UPDATE: Is it possible for the New York Times to write a news story that isn't very biased?
Congress held no hearing on the plan’s constitutionality until nearly a year after it was signed into law. Representative Nancy Pelosi, then the House speaker, scoffed when a reporter asked what part of the Constitution empowered Congress to force Americans to buy health insurance. “Are you serious?” she asked with disdain. “Are you serious?”
Opponents of the health plan were indeed serious, and so was the Supreme Court, which devoted more time to hearing the case than to any other in decades. A White House that had assumed any challenge would fail now fears that a centerpiece of Mr. Obama’s presidency may be partly or completely overturned on a theory that it gave little credence. The miscalculation left the administration on the defensive as its legal strategy evolved over the last two years.
“It led to some people taking it too lightly,” said a Congressional lawyer who like others involved in drafting the law declined to be identified before the ruling. “It shouldn’t strike anybody as a close call,” the lawyer added, but “given where we are now, do I wish we had focused even more on this? I guess I would say yes.”

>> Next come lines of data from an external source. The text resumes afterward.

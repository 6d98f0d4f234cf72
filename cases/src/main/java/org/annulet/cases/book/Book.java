package org.annulet.cases.book;

import java.io.IOException;
import java.io.InputStream;
import java.io.UncheckedIOException;
import java.nio.charset.StandardCharsets;
import java.nio.file.Files;
import java.nio.file.Path;
import java.util.List;
import org.annulet.cases.read.CaseFile;
import org.annulet.cases.read.CaseReader;
import org.annulet.cases.study.ModesStudy;
import org.annulet.cases.study.Progress;

/** The chambers of the validation book and the values known of them. Immutable. */
public final class Book {
  private static final String VALUES = "known_values.csv";

  private final List<KnownValue> values;

  private Book(List<KnownValue> values) {
    this.values = List.copyOf(values);
  }

  /** The book that ships with the program. */
  public static Book shipped() {
    return new Book(text(VALUES).lines().skip(1).map(KnownValue::parse).toList());
  }

  /** Names of the chambers, in the order of the book. */
  public List<String> chambers() {
    return values.stream().map(KnownValue::chamber).distinct().toList();
  }

  /** What is known of a chamber. */
  public List<KnownValue> known(String chamber) {
    return values.stream().filter(v -> v.chamber().equals(chamber)).toList();
  }

  /** The case file of a chamber, to read or to start a case of one's own from. */
  public String caseText(String chamber) {
    return text(chamber + ".yaml");
  }

  /**
   * Solves a chamber from its case file, as a user's case is solved.
   *
   * @param chamber one of {@link #chambers()}
   * @param version of the program, for the results
   * @throws IOException if no temporary file can be written
   */
  public SolvedChamber solve(String chamber, String version) throws IOException {
    CaseFile caseFile = caseFile(chamber);
    return SolvedChamber.of(
        chamber,
        new ModesStudy(caseFile, Progress.SILENT).modesOnly().run(version).results(),
        known(chamber));
  }

  /**
   * Solves a chamber on nested meshes and looks at the true errors.
   *
   * @param chamber one of {@link #chambers()}
   * @throws IOException if no temporary file can be written
   */
  public Convergence convergence(String chamber) throws IOException {
    return Convergence.of(chamber, caseFile(chamber), known(chamber));
  }

  private CaseFile caseFile(String chamber) throws IOException {
    Path file = Files.createTempFile("annulet-book-", ".yaml");
    try {
      Files.writeString(file, caseText(chamber));
      return CaseReader.read(file).orThrow();
    } finally {
      Files.deleteIfExists(file);
    }
  }

  private static String text(String name) {
    try (InputStream in = Book.class.getResourceAsStream(name)) {
      if (in == null) {
        throw new IllegalArgumentException("the book holds no " + name);
      }
      return new String(in.readAllBytes(), StandardCharsets.UTF_8);
    } catch (IOException e) {
      throw new UncheckedIOException(e);
    }
  }
}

Looking back, Democrats said they had had every reason for confidence, given decades of Supreme Court precedents affirming Congress’s authority to regulate interstate commerce, and lawyers who defended the law said they had always taken the challenge seriously even if politicians had not. But they underestimated the chances that conservative judges might, in this view, radically reinterpret or discard those precedents. . . .
Does this article strike one as being written for and by Democrats?  It is true that for decades the Supreme Court had obliterated the original meaning of the commerce Clause, but does that mean that the congress can stretch that meaning even more?  Surely even Democrats must see a difference between a farmer who grows wheat for his own consumption being regulated and forcing someone to grow wheat (or in this case forcing them to buy health insurance).  Why is acknowledging such a difference the same as radically reinterpreting or discarding precedents?  Of course, the piece has other references to an "increasingly activist court."

One has to really appreciate how the New York Times keeps on blaming the poor presentation by Verrilli, as if the Justices aren't able to evaluate the arguments independently of how well the lawyers before them argue their cases.
By the end of January 2011, judges in Florida and Virginia had ruled it unconstitutional. Only then did the Senate and the House hold hearings on its constitutionality, and the administration grew worried. . . . Donald B. Verrilli Jr., who became solicitor general last June, rehearsed in multiple moot court sessions. But on the critical day of Supreme Court arguments on March 27, he momentarily choked on a drink of water and was hammered by justices skeptical of his argument. He gave a rambling answer about the limits of Congressional power and had a hard time controlling the discussion as he was peppered with questions. . .
Why not just accept that Verrilli had an almost impossible case to make?